Looking down the news feed of news organisations, it is obvious what news takes priority. It is, of course, the three deaths in Boston. All life is precious, sacred and equal, but as far as our media and politicians are concerned, some is more precious, sacred and equal than others.

There will be no interviews with families, work colleagues or pictures for the victims of the 315 drone strikes carried out by Obama in Pakistan. People in Pakistan have been subjected to drone strikes, not knowing when or where they will strike, not knowing who they will strike, the distant hum of the drone could be the last thing they hear. Where are the media and politicians to show their condolences for these victims? To ask for prayers? To share their thoughts? To voice their disgust and indignation?

We can share the images of Boston, the moment the first bomb hit. The newscasters show their deep concern, they show their emotion, their so-called impartiality goes out the window, "These are people's lives were talking about!"

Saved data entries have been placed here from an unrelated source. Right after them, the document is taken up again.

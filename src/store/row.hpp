#pragma once
// A row to insert: column -> exact value (an integer, a text or NULL). plumb stores no floating point, so
// these three are all a column can hold; a value is stored and recorded in the trail exactly as given.
// A double (or an optional one) does not compile into a Value: an exact value is written as decimal TEXT
// (Decimal::to_string, ExactMass::in_grams().to_string()), never through binary floating point.
#include <concepts>
#include <cstdint>
#include <optional>
#include <string>
#include <string_view>
#include <type_traits>
#include <vector>

namespace plumb::store {

class Value {
public:
  enum class Kind { null, integer, text };

  Value() = default;
  Value(std::nullptr_t) {}  // NOLINT(google-explicit-constructor): rows are written as {"column", value} lists
  template <class I, std::enable_if_t<std::is_integral_v<I> && std::is_signed_v<I>, int> = 0>
  Value(I v) : kind_(Kind::integer), integer_(static_cast<std::int64_t>(v)) {}  // NOLINT(google-explicit-constructor)
  Value(std::string v) : kind_(Kind::text), text_(std::move(v)) {}     // NOLINT(google-explicit-constructor)
  Value(const char* v) : kind_(Kind::text), text_(v) {}                // NOLINT(google-explicit-constructor)
  Value(std::string_view v) : kind_(Kind::text), text_(v) {}           // NOLINT(google-explicit-constructor)
  template <std::floating_point F>
  Value(F) = delete;  // exact values are decimal TEXT; see the file comment
  template <class T, std::enable_if_t<std::is_constructible_v<Value, const T&>, int> = 0>
  Value(const std::optional<T>& v) : Value(v ? Value(*v) : Value()) {}  // NOLINT(google-explicit-constructor)

  [[nodiscard]] Kind kind() const { return kind_; }
  [[nodiscard]] bool is_null() const { return kind_ == Kind::null; }
  [[nodiscard]] std::int64_t integer() const { return integer_; }
  [[nodiscard]] const std::string& text() const { return text_; }

private:
  Kind kind_ = Kind::null;
  std::int64_t integer_ = 0;
  std::string text_;
};

struct Field {
  std::string_view column;  ///< a column name (a string literal in plumb's code)
  Value value;
};

using Row = std::vector<Field>;

}  // namespace plumb::store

The bombs in Boston have killed three. The US missiles kill many more. We hear talk of tracking down those that committed the crimes in Boston, but who will track down those that murdered via drones in Pakistan, Yemen and Somalia. The thing with Boston is that we do not know who is responsible yet, but we do know who is responsible for the deaths in Pakistan, Iraq, and Afghanistan - there seems to be no justice there.

America has, like it did on 9/11, felt what many in the Middle East, Pakistan, Afghanistan and elsewhere feel every day. Some will take comfort in that thought. They shouldn't. Life is sacred, and just because Western politicians and media organisations do not see it that way, does not mean we should stoop to their level and have selective grieving for Westerners only.

The effect is the same. All the victims bleed. All the mothers feel the grief, the cries sound the same, and it all hurts. The differences are in language, skin colour, nationality, religion and of course, access to healthcare. Victims of drone strikes can only dream of a response like that we have seen in Boston. Emergency medical staff, ambulances, and police.

TV minutes and column inches make one thing clear, one American or Western life is worth much more than a Middle Eastern, Pakistani or African life. My prayers and thoughts are with all victims, not just the Western ones.